Costly thy habit as thy purse can buy,
But not express'd in fancy; rich, not gaudy;
For the apparel oft proclaims the man.


----------



## Vanderbilt (Apr 2, 2006)

I think that I fit the definition of a "young man just starting out who is interested in Trad clothing", and I'm wondering what type of casual summer clothing to wear. I live in the hot, hot southeast, and usually wear shorts and athletic shoes in the summer. This serves the purpose of staying cool, but generally looks slovenly. I have some ideas concerning the shorts - I'm a huge fan of seersucker shorts. However, the shoes pose something of a problem. What's a young guy to do when he needs to wear shorts, but doesn't want to look like a bum? (By the way, I hate and will never wear sandals of any type)


----------



## Fogey (Aug 27, 2005)

Corrupters of youth [}]


----------



## Coolidge24 (Mar 21, 2005)

> quote:_Originally posted by Harris_
> 
> I contend there's such a thing as "American Fogey," which is different from (yet related to) English/British Fogey. It's what I regard as hardcore trad, and different from "preppy."
> 
> ...


I think there are a bunch of variations. You have your American-Fogey trad...the buttoned down J. Press look. You have your classic preppy--the madras, the seersucker, the green pants. But a lot of 
"preppies" now do the Polo RL thing so the old "preppy" is really closer to trad in a historic and aesthetic since in that it's outrageous looking but far more conservative and is cut exactly to trad specifications. While it's true that Harris probably wouldn't wear bright yellow pants with his 3 button sack seersucker jacket and I would, neither of us would fit the modern "preppy" image in doing so.


----------



## Coolidge24 (Mar 21, 2005)

> quote:_Originally posted by Mr. Knightly_
> 
> I would try to explain what trad clothing is, rather than giving lots of examples.
> 
> ...


This is what I would say too

Actually, Knightly's signature quote is really to the point


----------



## n/a (Sep 4, 2002)

> quote:_Originally posted by Russell Street_
> 
> This might be nice to do...
> Imagine a young man just starting out who is interested in Trad clothing.
> ...


I would steer him to the following:

Bills Khakis flat front w/cuffs
Bills Khakis flat front shorts
Mercer/BB OCBD (pink,blue, white and pale yellows)
Navy sack blazer (brand that fits his budget)
Brooks sack suits - navy and a grey chalk, one khaki poplin sack 
Assortment of repp ties
Alden loafers
Dirty bucs
Grosgrain belts and watch straps
Assortment of argyle socks
Press undershirts
Harris tweed sport coat
American Anglo glasses (if needed)

I think that would be a wonderful start for a young man. He could expand on it as he desires.


----------



## Intrepid (Feb 20, 2005)

Good list, DM. A purist might also add that he should get the Anglo American frames with no prescriptions, even if he didn't need the optical correction. Obviously a pair in the clear lens, as well as sunglasses.

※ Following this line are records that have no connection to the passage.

from fleetcount.errors import HeldError, LedgerError, TrustError
from fleetcount.ledger import leasing, record
from fleetcount.ledger.states import State
from fleetcount.ledger.store import Machine, Store
from fleetcount.series.tally import Tally
from tests.ledger.builders import (
    DEFINITION,
    DIGEST,
    ELSEWHERE,
    GONE,
    OTHER_DEFINITION,
    OTHER_DIGEST,
    answer,
    begin,
    open_reading,
    opening,
    relabelled,
    settle,
    story,
    tally,
    unit,
)
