"""What a ledger holds at a glance: its series, their readings, how far each is and how fast it goes."""

from __future__ import annotations

import json
from dataclasses import dataclass
from typing import Any

from fleetcount.ledger.speed import nodes_a_second
from fleetcount.ledger.states import State
from fleetcount.ledger.store import Census, Holder, MachineRow, ReadingRow, SeriesRow, Store
from fleetcount.ledger.tables import reach
from fleetcount.series.definition import Series, from_canonical


@dataclass(frozen=True)
class ReadingView:
    """A reading, its units by state, its speed lately (nodes a second) and the seconds it is expected to need."""

    row: ReadingRow
    census: Census
    rate: float
    seconds_left: float | None

    def document(self) -> dict[str, Any]:
        """As JSON takes it."""
        return {
            "reading": self.row.reading,
            "purpose": self.row.purpose,
            "method": self.row.method,
            "lengths": self.row.lengths,
            "opened": self.row.opened,
            "finished": self.row.finished,
            "units": {state.value: self.census.states[state].units for state in State},
            "share_done": self.census.share_done,
            "nodes": str(self.census.nodes),
            "core_seconds": self.census.seconds,
            "nodes_a_second": self.rate,
            "seconds_left": self.seconds_left,
        }


@dataclass(frozen=True)
class SeriesView:
    """A series of the ledger with its readings and who holds it until when (microseconds UTC)."""

    row: SeriesRow
    series: Series
    readings: tuple[ReadingView, ...]
    holder: tuple[Holder, int] | None

    @property
    def final(self) -> int | None:
        """Greatest reach of a finished reading."""
        return max((reach(r.row) for r in self.readings if r.row.finished is not None), default=None)

    def document(self) -> dict[str, Any]:
        """As JSON takes it."""
        holder = None
        if self.holder is not None:
            who, until = self.holder
            holder = {"machine": who.machine, "process": who.pid, "until": until}
        return {
            **self.series.written(),
            "digest": self.row.digest,
            "final": self.final,
            "records": self.row.records,
            "held_by": holder,
            "readings": [reading.document() for reading in self.readings],
        }


@dataclass(frozen=True)
class Overview:
    """A whole ledger."""

    location: str
    series: tuple[SeriesView, ...]
    machines: tuple[MachineRow, ...]

    def document(self) -> dict[str, Any]:
        """As JSON takes it."""
        return {
            "format": 1,
            "ledger": self.location,
            "series": [view.document() for view in self.series],
            "machines": [
                {
                    "name": row.machine.name,
                    "state": row.machine.standing,
                    "processor": row.machine.processor,
                    "system": row.machine.system,
                    "versions": dict(row.machine.versions),
                    "first_seen": row.first_seen,
                    "last_seen": row.last_seen,
                }
                for row in self.machines
            ],
        }


def overview(store: Store) -> Overview:
    """Look at everything; nothing is checked, for that is what tables and audits are for."""
    views = []
    for row in store.series():
        readings = tuple(_reading(store, reading) for reading in store.readings(row.digest))
        views.append(SeriesView(row, series_of(row), readings, store.holder(row.digest)))
    return Overview(store.location, tuple(views), tuple(store.machines()))


def series_of(row: SeriesRow) -> Series:
    """The series that a row of the ledger defines."""
    return from_canonical(json.loads(row.canonical), json.loads(row.written))


def _reading(store: Store, row: ReadingRow) -> ReadingView:
    census = store.census(row.reading)
    rate = 0.0 if row.finished is not None else nodes_a_second(store, row.reading)
    left = census.expected / rate if rate and not census.complete else None
    return ReadingView(row, census, rate, left)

In any event, he will soon need optical correction because of all of the time spent tediously removing the horsey from the RL shirts.

Carpe Diem


----------



## familyman (Sep 9, 2005)

> quote:_Originally posted by Vanderbilt_
> 
> I think that I fit the definition of a "young man just starting out who is interested in Trad clothing", and I'm wondering what type of casual summer clothing to wear. I live in the hot, hot southeast, and usually wear shorts and athletic shoes in the summer. This serves the purpose of staying cool, but generally looks slovenly. I have some ideas concerning the shorts - I'm a huge fan of seersucker shorts. However, the shoes pose something of a problem. What's a young guy to do when he needs to wear shorts, but doesn't want to look like a bum? (By the way, I hate and will never wear sandals of any type)

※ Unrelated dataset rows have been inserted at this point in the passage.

"""What is remembered: schema, migrations, stores, the chain of checksums, merging into a table."""
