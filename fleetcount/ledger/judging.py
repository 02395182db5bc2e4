"""What is to be thought of an answer: the rules that every store applies, as functions of values alone."""

from __future__ import annotations

import math
from collections.abc import Sequence

from fleetcount.errors import TrustError
from fleetcount.ledger import record
from fleetcount.ledger.record import OpeningRecord, TallyRecord
from fleetcount.ledger.states import SETTLED, State
from fleetcount.ledger.store import Answer, ReadingRow, UnitRow, Verdict
from fleetcount.series import canonical

MOST_NODES = 2**63 - 1
"""The ledger keeps the nodes of one unit in 64 bits."""


def read(answer: Answer) -> TallyRecord:
    """The record of an answer whose checksum is that of its text; TrustError if it is none."""
    if record.checksum(answer.text) != answer.checksum:
        raise TrustError("the checksum of the answer is not that of its text")
    tally = TallyRecord.parse(answer.text)
    if tally.text() != answer.text:
        raise TrustError("the text of the answer is not canonical")
    _check_characters(answer.text)
    if not 0 <= tally.nodes <= MOST_NODES:
        raise TrustError(f"{tally.nodes} is no number of nodes")
    check_expected(answer.expected, len(tally.children))
    if not (math.isfinite(answer.seconds) and answer.seconds >= 0):
        raise TrustError(f"{answer.seconds} is no core time")
    return tally


def check_definition(digest: str, text: str) -> None:
    """A series is known by the digest of its canonical definition; TrustError if this is not it."""
    if canonical.digest(text) != digest:
        raise TrustError("the digest is not that of the definition", where=f"series {digest[:12]}")


def read_opening(text: str, series: str, expected: Sequence[float]) -> OpeningRecord:
    """The record of an opening of this series; TrustError if it is none."""
    opening = OpeningRecord.parse(text)
    if opening.text() != text:
        raise TrustError("the text of the opening is not canonical")
    _check_characters(text)
    if opening.series != series:
        raise TrustError(f"a reading of series {opening.series[:12]} is no part of {series[:12]}")
    if opening.width < 1:
        raise TrustError("a reading has at least one sum a row")
    check_expected(expected, len(opening.roots))
    return opening


def opened_row(opening: OpeningRecord) -> ReadingRow:
    """The reading that an opening opens."""
    return ReadingRow(
        series=opening.series,
        reading=opening.reading,
        purpose=opening.purpose,
        method=opening.method,
        method_version=opening.method_version,
        lengths=opening.lengths,
        width=opening.width,
        opened=opening.opened,
        finished=None,
    )


def check_expected(expected: Sequence[float], number: int) -> None:
    """Expected work: one finite number that is not negative for each of `number` units."""
    if len(expected) != number:
        raise TrustError(f"{number} units, but expected work for {len(expected)}")
    if not all(math.isfinite(nodes) and nodes >= 0 for nodes in expected):
        raise TrustError("expected work that is negative or no number")


def check_fit(tally: TallyRecord, reading: ReadingRow, factor: int) -> None:
    """A tally must be one of its unit, known by its reading and factor; TrustError if not."""
    wanted = {
        "series": reading.series,
        "method": reading.method,
        "method_version": reading.method_version,
        "lengths": reading.lengths,
        "factor": factor,
    }
    for name, value in wanted.items():
        if getattr(tally, name) != value:
            raise TrustError(f"its {name} is {getattr(tally, name)}, not {value}", where=unit_name(tally))
    if tally.rows.width != reading.width:
        raise TrustError(f"it has {tally.rows.width} sums a row, not {reading.width}", where=unit_name(tally))


def check_new(tally: TallyRecord, known: Sequence[str]) -> None:
    """The children of a tally must be new; TrustError names those that are `known` already."""
    if known:
        raise TrustError(f"its child {known[0]} is a unit already", where=unit_name(tally))


def contradicts(stored: TallyRecord, other: TallyRecord) -> bool:
    """Whether two tallies of one unit cannot both be right.

    whole = explored + sum over children of factor * whole(child), so tallies that left different children
    say nothing about each other; where the children are the same, factors and explored parts must be.
    """
    if [key for key, _ in stored.children] != [key for key, _ in other.children]:
        return False
    return stored.children != other.children or stored.rows != other.rows


def verdict(
    state: State, token: str | None, answered: str, stored: TallyRecord | None, other: TallyRecord
) -> Verdict:
    """The verdict on a tally that fits its unit.

    Args:
        state, token: the unit's.
        answered: token of the answer.
        stored: the tally that the unit has, if it is settled.
        other: the tally of the answer.
    """
    if state in SETTLED and stored is not None:
        return Verdict.DISPUTED if contradicts(stored, other) else Verdict.DOUBLE
    if state is not State.OUT or token != answered:
        return Verdict.LATE
    return Verdict.ACCEPTED


def unit_name(tally: TallyRecord) -> str:
    """How messages name a unit."""
    return name_unit(tally.key, tally.reading)


def name_unit(key: str, reading: str) -> str:
    """How messages name a unit."""
    return f"unit {key} of reading {reading[:12]}"


def refused_text(answer: Answer, error: TrustError) -> str:
    """The event of an answer that was refused."""
    return clean(f"answer under token {answer.token[:12]}: {error}")


def dispute_text(tally: TallyRecord) -> str:
    """The event of an answer that contradicts the tally its unit has."""
    return clean(
        f"{unit_name(tally)}: machine {tally.machine} has other numbers than the tally that is stored"
    )


def barred_text(unit: UnitRow) -> str:
    """The event of a unit that is barred."""
    return clean(f"{name_unit(unit.key, unit.reading)}: failed {unit.attempts} times; {unit.last_error}")


def clean(text: str) -> str:
    """A text that every database takes: no zero character, no half characters, not endless."""
    return text.replace("\0", "").encode("utf-8", "replace").decode("utf-8")[:4000]


def _check_characters(text: str) -> None:
    if "\\u0000" in text:
        raise TrustError("the text of a record holds a zero character")
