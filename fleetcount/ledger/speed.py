"""How fast a reading goes."""

from __future__ import annotations

import time

from fleetcount.ledger.store import Store

RECENT = 64
_STALE_SECONDS = 120.0


def nodes_a_second(store: Store, reading: str) -> float:
    """Nodes a second over the tallies accepted last; 0 when the last one is old."""
    recent = store.latest(reading, RECENT)
    now = time.time_ns() // 1000
    if len(recent) < 2 or now - recent[0].accepted > _STALE_SECONDS * 1e6:
        return 0.0
    span = max(recent[0].accepted - recent[-1].accepted, 1)
    return sum(tally.nodes for tally in recent[:-1]) / (span / 1e6)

Boat shoes. Sperry topsiders are either the real thing or pretenders. Quoddy Trail seems to be the most highly regarded her now. I really like the pair of Timberlands that I have. Choose your brand, choose your color, but boat shoes is the answer you're looking for. 
If you simply can't handle boat shoes look into either the LL Bean Blucher Moc or the Camp Moc. Either can also be had in a much higher quality from the likes of Quoddy or Russell Moccasin. They can all be comfortably worn wihtout socks, go with pants and shorts equally well and seem to be the way to go.

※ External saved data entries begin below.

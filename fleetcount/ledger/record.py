"""The records of a series' chain as text: what is hashed, sent and stored is the same string.

A series' chain is a sequence of records: the opening of a reading, which names its roots, and the tallies of
its units. A record's text is canonical JSON, an array of a format name, a format number and the fields, with
exact integers as decimal strings. Its checksum is the SHA-256 of that text; its link is the SHA-256 of the
link before it, the checksum, the token it was handed out under and the time it was accepted.
"""

from __future__ import annotations

import json
import zlib
from collections.abc import Callable, Mapping, Sequence
from dataclasses import dataclass, field
from itertools import pairwise
from typing import Any, ClassVar, Self, TypeVar

from fleetcount.errors import TrustError
from fleetcount.series import canonical
from fleetcount.series.tally import Tally

PACK_ABOVE = 4096
"""Texts of more bytes than this are stored compressed."""

Record = TypeVar("Record")
Part = tuple[str, int]
"""A unit's key and its factor."""


@dataclass(frozen=True)
class OpeningRecord:
    """The opening of a reading: what is going to be counted, and the roots it begins with.

    Attributes:
        series: digest of the series.
        reading: random id of the reading.
        purpose: "count", or why else the reading exists.
        method, method_version: how it counts.
        lengths: the lengths it covers, as `series.lengths.format_lengths` writes them.
        width: sums a row of its tallies: the count and one a moment.
        roots: key and factor of the first units, sorted by key; a root's factor is its weight.
        opened: microseconds since 1970, UTC.
    """

    series: str
    reading: str
    purpose: str
    method: str
    method_version: int
    lengths: str
    roots: tuple[Part, ...]
    opened: int
    width: int = 1

    NAME: ClassVar = "fleetcount opening"
    FORMAT: ClassVar = 1

    def text(self) -> str:
        """Canonical text."""
        return _write(self.NAME, self.FORMAT, {
            "series": self.series,
            "reading": self.reading,
            "purpose": self.purpose,
            "method": self.method,
            "method_version": self.method_version,
            "lengths": self.lengths,
            "width": self.width,
            "roots": _write_parts(self.roots),
            "opened": str(self.opened),
        })  # fmt: skip

    @classmethod
    def parse(cls, text: str) -> Self:
        """The record of such a text; TrustError if it is none."""
        return _read(cls.NAME, cls.FORMAT, text, lambda fields: cls(
            series=_string(fields["series"]),
            reading=_string(fields["reading"]),
            purpose=_string(fields["purpose"]),
            method=_string(fields["method"]),
            method_version=_small(fields["method_version"]),
            lengths=_string(fields["lengths"]),
            width=_small(fields["width"]),
            roots=_read_parts(fields["roots"]),
            opened=_integer(fields["opened"]),
        ))  # fmt: skip


@dataclass(frozen=True)
class TallyRecord:
    """What counting (or dividing) one unit gave, and who counted it with what.

    Attributes:
        series: digest of the series.
        reading: id of the reading.
        method, method_version: how it was counted.
        lengths: the lengths the reading covers, as text.
        key, factor: the unit.
        children: key and factor of each unit left over, sorted by key.
        rows: the explored part.
        engine: digest of the sources that counted.
        versions: versions of Python, numba, llvmlite and numpy, by name.
        machine: name of the machine that counted.
        nodes: nodes of the enumeration tree that were visited.
        started, finished: microseconds since 1970, UTC.
    """

    series: str
    reading: str
    method: str
    method_version: int
    lengths: str
    key: str
    factor: int
    children: tuple[Part, ...]
    rows: Tally
    engine: str
    versions: Mapping[str, str] = field(hash=False)
    machine: str
    nodes: int
    started: int
    finished: int

    NAME: ClassVar = "fleetcount tally"
    FORMAT: ClassVar = 1

    def text(self) -> str:
        """Canonical text."""
        return _write(self.NAME, self.FORMAT, {
            "series": self.series,
            "reading": self.reading,
            "method": self.method,
            "method_version": self.method_version,
            "lengths": self.lengths,
            "key": self.key,
            "factor": str(self.factor),
            "children": _write_parts(self.children),
            "width": self.rows.width,
            "rows": self.rows.canonical(),
            "engine": self.engine,
            "versions": dict(self.versions),
            "machine": self.machine,
            "nodes": str(self.nodes),
            "started": str(self.started),
            "finished": str(self.finished),
        })  # fmt: skip

    @classmethod
    def parse(cls, text: str) -> Self:
        """The record of such a text; TrustError if it is none."""
        return _read(cls.NAME, cls.FORMAT, text, lambda fields: cls(
            series=_string(fields["series"]),
            reading=_string(fields["reading"]),
            method=_string(fields["method"]),
            method_version=_small(fields["method_version"]),
            lengths=_string(fields["lengths"]),
            key=_string(fields["key"]),
            factor=_integer(fields["factor"]),
            children=_read_parts(fields["children"]),
            rows=_read_rows(fields["rows"], _small(fields["width"])),
            engine=_string(fields["engine"]),
            versions={_string(k): _string(v) for k, v in fields["versions"].items()},
            machine=_string(fields["machine"]),
            nodes=_integer(fields["nodes"]),
            started=_integer(fields["started"]),
            finished=_integer(fields["finished"]),
        ))  # fmt: skip


def checksum(text: str) -> str:
    """SHA-256 of a record's text, as 64 hexadecimal digits."""
    try:
        return canonical.digest(text)
    except UnicodeEncodeError:
        raise TrustError("a record holds characters that no text has") from None


def link(previous: str, checksum: str, token: str, accepted: int) -> str:
    """The link of a record: SHA-256 over the link before it and how it came in.

    Args:
        previous: link of the record before; of a series' first record the digest of the series.
        checksum: of the record's text.
        token: the hand-out it answers; for an opening the token of the lease.
        accepted: microseconds since 1970, UTC.
    """
    return canonical.digest(canonical.text([previous, checksum, token, str(accepted)]))


def pack(text: str) -> bytes:
    """A record's text as it is stored: UTF-8, compressed if it is long."""
    plain = text.encode("utf-8")
    return zlib.compress(plain, 6) if len(plain) > PACK_ABOVE else plain


def unpack(stored: bytes) -> str:
    """The text of `pack`; TrustError if the bytes are damaged. A record's text begins with a bracket."""
    try:
        return (stored if stored[:1] == b"[" else zlib.decompress(stored)).decode("utf-8")
    except (zlib.error, UnicodeDecodeError):
        raise TrustError("the stored text of a record is damaged") from None


def _write(name: str, number: int, fields: dict[str, object]) -> str:
    return canonical.text([name, number, fields])


def fields(text: str, name: str, number: int) -> dict[str, Any]:
    """The fields of a record's text as JSON has them, unchecked; TrustError if it is of another format."""
    try:
        found_name, found_number, found = json.loads(text)
        if (found_name, found_number) != (name, number):
            raise ValueError(f"its format is {found_name!r} {found_number!r}")
        if not isinstance(found, dict):
            raise TypeError("its fields have no names")
    except (ValueError, TypeError, RecursionError) as error:
        raise _not_a_record(name, number, error) from None
    return found


def _read(name: str, number: int, text: str, build: Callable[[dict[str, Any]], Record]) -> Record:
    found = fields(text, name, number)
    try:
        return build(found)
    except (ValueError, TypeError, KeyError, AttributeError) as error:
        raise _not_a_record(name, number, error) from None


def _not_a_record(name: str, number: int, error: Exception) -> TrustError:
    found = f"{type(error).__name__}: {error}"
    return TrustError(f"not a record of format '{name}' {number} ({found[:200]})")


def _string(value: object) -> str:
    if not isinstance(value, str):
        raise TypeError(f"{value!r} is no text")
    return value


def _small(value: object) -> int:
    if not isinstance(value, int) or isinstance(value, bool) or value < 0:
        raise TypeError(f"{value!r} is no whole number")
    return value


def _integer(value: object) -> int:
    return int(_string(value))


def _write_parts(parts: Sequence[Part]) -> list[list[str]]:
    return [[key, str(factor)] for key, factor in parts]


def _read_parts(value: Sequence[Sequence[str]]) -> tuple[Part, ...]:
    parts = tuple((_string(key), _integer(factor)) for key, factor in value)
    if any(a[0] >= b[0] for a, b in pairwise(parts)):
        raise ValueError("keys not sorted, or one twice")
    if any(factor == 0 for _, factor in parts):
        raise ValueError("a factor of zero")
    return parts


def _read_rows(value: Sequence[Sequence[str]], width: int) -> Tally:
    if width < 1 or any(len(row) <= width for row in value):
        raise ValueError(f"rows that do not hold a length and {width} sums")
    return Tally.from_canonical(value, width)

_____________________________________________________________________________
I am no enemy of elegance, but I say no man has a right to think of elegance till he has secured substance, nor then, to seek more of it than he can afford.

John Adams


----------



## Doctor Damage (Feb 18, 2005)

Where did this 10-large come from? Who has that? I would hope one could put together a good 'trad' starter wardrobe for about $1,500, ranging up to $3,000 by adding in a good suit.


----------



## Coolidge24 (Mar 21, 2005)

> quote:_Originally posted by Vanderbilt_
> 
> I think that I fit the definition of a "young man just starting out who is interested in Trad clothing", and I'm wondering what type of casual summer clothing to wear. I live in the hot, hot southeast, and usually wear shorts and athletic shoes in the summer. This serves the purpose of staying cool, but generally looks slovenly. I have some ideas concerning the shorts - I'm a huge fan of seersucker shorts. However, the shoes pose something of a problem. What's a young guy to do when he needs to wear shorts, but doesn't want to look like a bum? (By the way, I hate and will never wear sandals of any type)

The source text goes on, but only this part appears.